*WORK TO COMPLETE*
Find every line in the records that holds the string "from". Copy each one.

*PROVIDED RECORDS*
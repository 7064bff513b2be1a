import type { Caution } from '@/lib/model/code-book'

/** Cautions of charging and cooling; signal words after ANSI Z535.6. */
export const SCALDS: Caution = {
  signal: 'WARNING',
  text: 'Hot coolant shoots out and scalds. Cap, bleed screw and hoses stay shut until a hand can rest on the engine.',
}
export const FAN_STARTS: Caution = {
  signal: 'WARNING',
  text: 'The fan starts by itself, even with the key off. Fingers, sticks and sleeves out of the blades.',
}
export const POISON: Caution = {
  signal: 'CAUTION',
  text: 'Coolant is poison and tastes sweet. Catch it, wipe it up, keep children and animals away, wash hands.',
}
export const TWO_STROKE_SEIZES: Caution = {
  signal: 'WARNING',
  text: 'A hot two-stroke seizes and locks the drive at speed. Stop it at the first fading; it is not ridden hot.',
}
export const COOL_FIRST: Caution = {
  signal: 'NOTICE',
  text: 'Let it cool by itself. Cold water on hot metal cracks it, and a start while it is hot can seize it.',
}
export const STATOR_SHOCK: Caution = {
  signal: 'WARNING',
  text: 'With its plug off the stator makes well over 50 V and shocks. Probes fixed before the start; touch nothing bare while it runs.',
}
export const SPEED_CAP: Caution = {
  signal: 'WARNING',
  text: 'It must not take up the drive: stay below engagement speed of the spec sheet, neutral if it has one, brake on, nobody in front.',
}
export const BOILING_BATTERY: Caution = {
  signal: 'DANGER',
  text: 'An overcharged battery spits acid and explodes; lithium burns. Swollen, hot or hissing: key off, stand away, touch nothing.',
}
export const UNPLUGGED_RUNS: Caution = {
  signal: 'NOTICE',
  text: 'Never lift a battery clamp while it runs: the volts shoot up and kill modules.',
}
export const HOT_REGULATOR: Caution = {
  signal: 'CAUTION',
  text: 'Regulator and its plug burn skin. Back of the hand near them first.',
}
export const NO_JET: Caution = {
  signal: 'NOTICE',
  text: 'A hard jet lays fins flat and drives water into bearings and plugs. Soft jet, from a distance.',
}
export const BLADES: Caution = {
  signal: 'WARNING',
  text: 'Fan blades cut. Key off, tether out; the fan is turned by a stick or a gloved hand only.',
}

*WRITTEN ANSWER*
import type { Caution } from '@/lib/model/code-book'
  text: 'A hard jet lays fins flat and drives water into bearings and plugs. Soft jet, from a distance.',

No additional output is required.